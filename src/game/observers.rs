//! The observers the crate ships: the transcript writers and a trace of the undecided
//! measure.

use crate::adversary::Adversary;
use crate::certificate::StreamingVerifier;
use crate::error::Error;
use crate::game::Observer;
use crate::oracle::Answer;
use crate::transcript::{FinalRecord, Header, MemoryTranscript, TranscriptWriter};

impl Observer for TranscriptWriter {
    fn on_start(&mut self, header: &Header) -> Result<(), Error> {
        self.write_header(header)
    }

    fn on_query(
        &mut self,
        index: u64,
        query: &[f64],
        answer: &Answer,
        _adversary: &dyn Adversary,
    ) -> Result<(), Error> {
        self.write_query(index, query, answer)
    }

    fn on_finish(&mut self, record: &FinalRecord) -> Result<(), Error> {
        self.write_final(record)
    }
}

impl Observer for MemoryTranscript {
    fn on_start(&mut self, header: &Header) -> Result<(), Error> {
        self.push_header(header);
        Ok(())
    }

    fn on_query(
        &mut self,
        index: u64,
        query: &[f64],
        answer: &Answer,
        _adversary: &dyn Adversary,
    ) -> Result<(), Error> {
        self.push_query(index, query, answer);
        Ok(())
    }

    fn on_finish(&mut self, record: &FinalRecord) -> Result<(), Error> {
        self.push_final(record);
        Ok(())
    }
}

/// Verification as the game goes: a failed check is kept for the verdict and never
/// stops the game.
impl Observer for StreamingVerifier {
    fn on_start(&mut self, header: &Header) -> Result<(), Error> {
        self.start(header);
        Ok(())
    }

    fn on_query(
        &mut self,
        index: u64,
        query: &[f64],
        answer: &Answer,
        _adversary: &dyn Adversary,
    ) -> Result<(), Error> {
        self.query(index, query, answer);
        Ok(())
    }

    fn on_finish(&mut self, record: &FinalRecord) -> Result<(), Error> {
        self.finish(record);
        Ok(())
    }
}

/// Records the undecided measure after every answer (for charts of progress).
#[derive(Clone, Debug, Default)]
pub struct UndecidedTrace {
    /// `(query index, undecided measure after that answer)`, from index 1.
    pub points: Vec<(u64, f64)>,
}

impl Observer for UndecidedTrace {
    fn on_query(
        &mut self,
        index: u64,
        _query: &[f64],
        _answer: &Answer,
        adversary: &dyn Adversary,
    ) -> Result<(), Error> {
        self.points.push((index, adversary.undecided().value()));
        Ok(())
    }
}
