//! Lower and upper bounds on the number of queries, each with what it assumes and its
//! source.
//!
//! Notation: X = [-R, R]^d, accuracy rho (radius of a Euclidean ball inside K when K is
//! nonempty), separation oracle with strict cuts (docs/theory.md §0); first-order: accuracy
//! eps, Lipschitz constant L. A lower bound holds run by run (the adversary answers
//! adaptively): the box-halving bound for every method, deterministic or randomized; the
//! slab-funnel bound (docs/theory.md §2.4) is stated for deterministic methods. An upper bound is what one named method is proven to need at
//! most on the whole class. A guide is a published order of growth whose constant is
//! not verified here; it is printed without a number.

pub mod large_scale;

use num_bigint::BigInt;
use num_rational::BigRational;
use num_traits::ToPrimitive;
use serde::Serialize;

use crate::class::LatticeClass;
use crate::class::{FeasibilityClass, FirstOrderClass, LipschitzNorm, Promise};

/// Whether a bound is a lower or an upper bound.
#[derive(Clone, Copy, Debug, PartialEq, Eq, Serialize)]
#[serde(rename_all = "kebab-case")]
pub enum Side {
    /// No method needs fewer queries.
    Lower,
    /// The named method never needs more.
    Upper,
}

/// How much a bound's number is worth.
#[derive(Clone, Copy, Debug, PartialEq, Eq, Serialize)]
#[serde(rename_all = "kebab-case")]
pub enum Status {
    /// Follows from a published theorem plus a few derived lines (checked by tests).
    Proven,
    /// An order of growth only; the constant is unspecified.
    Guide,
    /// Our construction: the count is forced in every run the verifier certified, with
    /// no general proof (docs/theory.md §4 marks it "ours").
    Construction,
}

/// One bound line.
#[derive(Clone, Debug, PartialEq, Serialize)]
pub struct Bound {
    /// Short label for tables and charts.
    pub label: &'static str,
    /// Lower or upper.
    pub side: Side,
    /// The number of queries, when the bound has one.
    pub queries: Option<u64>,
    /// The formula, in words a reader can check.
    pub formula: &'static str,
    /// Proven or guide.
    pub status: Status,
    /// Published source.
    pub source: &'static str,
}

/// The box-halving lower bound (docs/theory.md §1.1): every method needs d*k + 1 queries when
/// K may be empty and d*k under the nonempty promise, k = max{j >= 0 : R 2^-j > rho}.
pub fn halving_lower_bound(class: &FeasibilityClass) -> u64 {
    let dk = class.dim as u64 * u64::from(class.halvings());
    match class.promise {
        Promise::MayBeEmpty => dk + 1,
        Promise::Nonempty => dk,
    }
}

/// ln of the volume of the unit Euclidean ball in R^d, kappa_d = pi^(d/2) / Gamma(d/2 + 1),
/// with Gamma at integers and half-integers computed as exact products of logarithms.
pub fn ln_unit_ball_volume(d: usize) -> f64 {
    let ln_pi = std::f64::consts::PI.ln();
    let ln_gamma_half_d_plus_one = if d % 2 == 0 {
        // Gamma(m + 1) = m!, m = d/2.
        (1..=d / 2).map(|j| (j as f64).ln()).sum::<f64>()
    } else {
        // Gamma(m + 1/2) = (2m)! sqrt(pi) / (4^m m!), m = (d + 1)/2.
        let m = d.div_ceil(2);
        let ln_fact = |n: usize| (1..=n).map(|j| (j as f64).ln()).sum::<f64>();
        ln_fact(2 * m) + 0.5 * ln_pi - (m as f64) * 4f64.ln() - ln_fact(m)
    };
    0.5 * d as f64 * ln_pi - ln_gamma_half_d_plus_one
}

^^^^^^^^

**ABOUT THIS EXERCISE**
Scan the material above for lines holding "static" and copy each of them.

**YOUR SOLUTION**
    pub label: &'static str,
    pub formula: &'static str,
    pub source: &'static str,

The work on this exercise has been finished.